Although the remarkable power and successes of transformer architectures have been well documented by the machine learning research community in recent years, there remains a lack of literature providing a rigorous theoretical analysis of transformer networks and interpretations of the functions learned by them.
In the new paper Convexifying Transformers: Improving Optimization and Understanding of Transformer Networks, a Stanford University and Google Research team provides a solid theoretical analysis of transformers’ fundamental mechanisms and introduces a novel convex analytic training framework for improving their optimization.
The team summarizes their main contributions as follows:
- We propose an alternative formulation to the standard self-attention mechanism and study the regularized training problem of attention/transformer networks with it.
- We convexify the regularized training problem of attention/transformer networks with the proposed attention layer and therefore enable finding a globally optimal solution without requiring any nonconvex optimization heuristic, e.g., layer normalization and skip connections.
- We also apply our convex analytic framework to various architectures, e.g., networks with or without an FCN layer. Thus, we are able to explain the impact of each component on the models learned throughout training.
- We reveal an implicit regularization mechanism induced by our attention mechanism. We further characterize this regularization as a sparsity-inducing factor across tokens.
- We demonstrate the effectiveness of our convex reformulation via various experimental results. We also show that our reformulation significantly mitigates the grokking phenomenon studied in recent papers (Power et al., 2022; Thilak et al., 2022).
The team first proposes a convex alternative to transformers’ self-attention mechanism and reformulates model training as a convex optimization problem. The proposed convex reformulation provides numerous benefits: it enables researchers to globally optimize their network parameters without nonconvex optimization heuristics, the learned functions are transparent and interpretable, and it provides insights on the structures of the resulting functions and their generalization properties.

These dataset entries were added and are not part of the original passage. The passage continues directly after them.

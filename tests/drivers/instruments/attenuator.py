"""A programmable attenuator as a program of its own: lines of text over TCP, every command in its log.

Prints its port, or with --serial the name of its terminal. Commands: *IDN?, ATT x, ATT?, SYST:ERR?.
Faults are asked for by options, and `FAULT name value` on a connection turns one on later, so that a
test can break it in mid-run.
"""

from __future__ import annotations

import argparse
import os
import pty
import socket
import sys
import threading
import time
import tty
from pathlib import Path


class Attenuator:
    def __init__(self, options: argparse.Namespace) -> None:
        self.options = options
        self.value = options.start
        self.errors: list[str] = list(options.stale)
        self.commands = 0
        self.lock = threading.Lock()
        self.log = Path(options.log)
        self.log.touch()

    def answer(self, line: str) -> str | None:
        with self.lock:
            with self.log.open("a", encoding="utf-8") as log:
                log.write(f"{time.time():.6f} {line}\n")
            self.commands += 1
            if self.options.die_after is not None and self.commands > self.options.die_after:
                os._exit(1)
            return self.act(line)

    def act(self, line: str) -> str | None:
        options = self.options
        head, _, rest = line.partition(" ")
        if head == "FAULT":
            name, _, value = rest.partition(" ")
            kept = getattr(options, name)
            setattr(options, name, value if isinstance(kept, str) or kept is None else type(kept)(value))
            return None
        if line == "*IDN?":
            return options.identity
        if line == "SYST:ERR?":
            return self.errors.pop(0) if self.errors else '+0,"No error"'
        if line == "ATT?":
            return options.answer or f"{self.value + options.offset:+.4E}"
        if head == "ATT":
            if options.refuse:
                self.errors.append(options.refuse)
            elif not options.stuck:
                self.value = float(rest)
            return None
        self.errors.append(f'-113,"Undefined header; {line}"')
        return None


def serve(connection: socket.socket, device: Attenuator) -> None:
    with connection, connection.makefile("rb") as lines:
        for raw in lines:
            answer = device.answer(raw.decode().strip())
            if answer is None or device.options.mute:
                continue
            if device.options.late:
                time.sleep(device.options.late)
            try:
                connection.sendall(answer.encode() + b"\n")
            except OSError:
                return


def serve_terminal(device: Attenuator) -> None:
    """The same on a serial port, which is a pseudo-terminal here."""
    ours, theirs = pty.openpty()
    tty.setraw(theirs)
    print(os.ttyname(theirs), flush=True)
    with os.fdopen(ours, "r+b", buffering=0) as port:
        pending = b""
        while True:
            pending += port.read(100)
            while b"\n" in pending:
                line, _, pending = pending.partition(b"\n")
                answer = device.answer(line.decode().strip())
                if answer is not None:
                    port.write(answer.encode() + b"\n")


def main() -> None:
    parser = argparse.ArgumentParser()
    parser.add_argument("--log", required=True)
    parser.add_argument("--identity", default="Fictional Bench,SA-95,0042,1.3")
    parser.add_argument("--start", type=float, default=0.0)
    parser.add_argument("--late", type=float, default=0.0)
    parser.add_argument("--offset", type=float, default=0.0)
    parser.add_argument("--answer", default="")
    parser.add_argument("--refuse", default="")
    parser.add_argument("--stale", action="append", default=[])
    parser.add_argument("--stuck", default="")
    parser.add_argument("--mute", default="")
    parser.add_argument("--die-after", type=int, dest="die_after")
    parser.add_argument("--serial", action="store_true")
    options = parser.parse_args()
    device = Attenuator(options)
    if options.serial:
        serve_terminal(device)
    listener = socket.create_server(("127.0.0.1", 0))
    print(listener.getsockname()[1], flush=True)
    sys.stdout.close()
    while True:
        connection, _ = listener.accept()
        threading.Thread(target=serve, args=(connection, device), daemon=True).start()


main()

In their empirical studies, the team compared their proposed convex training approach to standard nonconvex training in a student-teacher setting with a pretrained BERT model and against standard transformer networks with self-attention mechanisms on algorithmic datasets. The results show that convex training converges to perfect generalization accuracy 10x faster than standard nonconvex training and with significantly lower test losses.
Overall, this work provides a welcome peek into the hidden mechanisms of transformer networks, which the team hopes follow-up papers can build on to make further progress in this important research area.
The paper Convexifying Transformers: Improving Optimization and Understanding of Transformer Networks is on arXiv.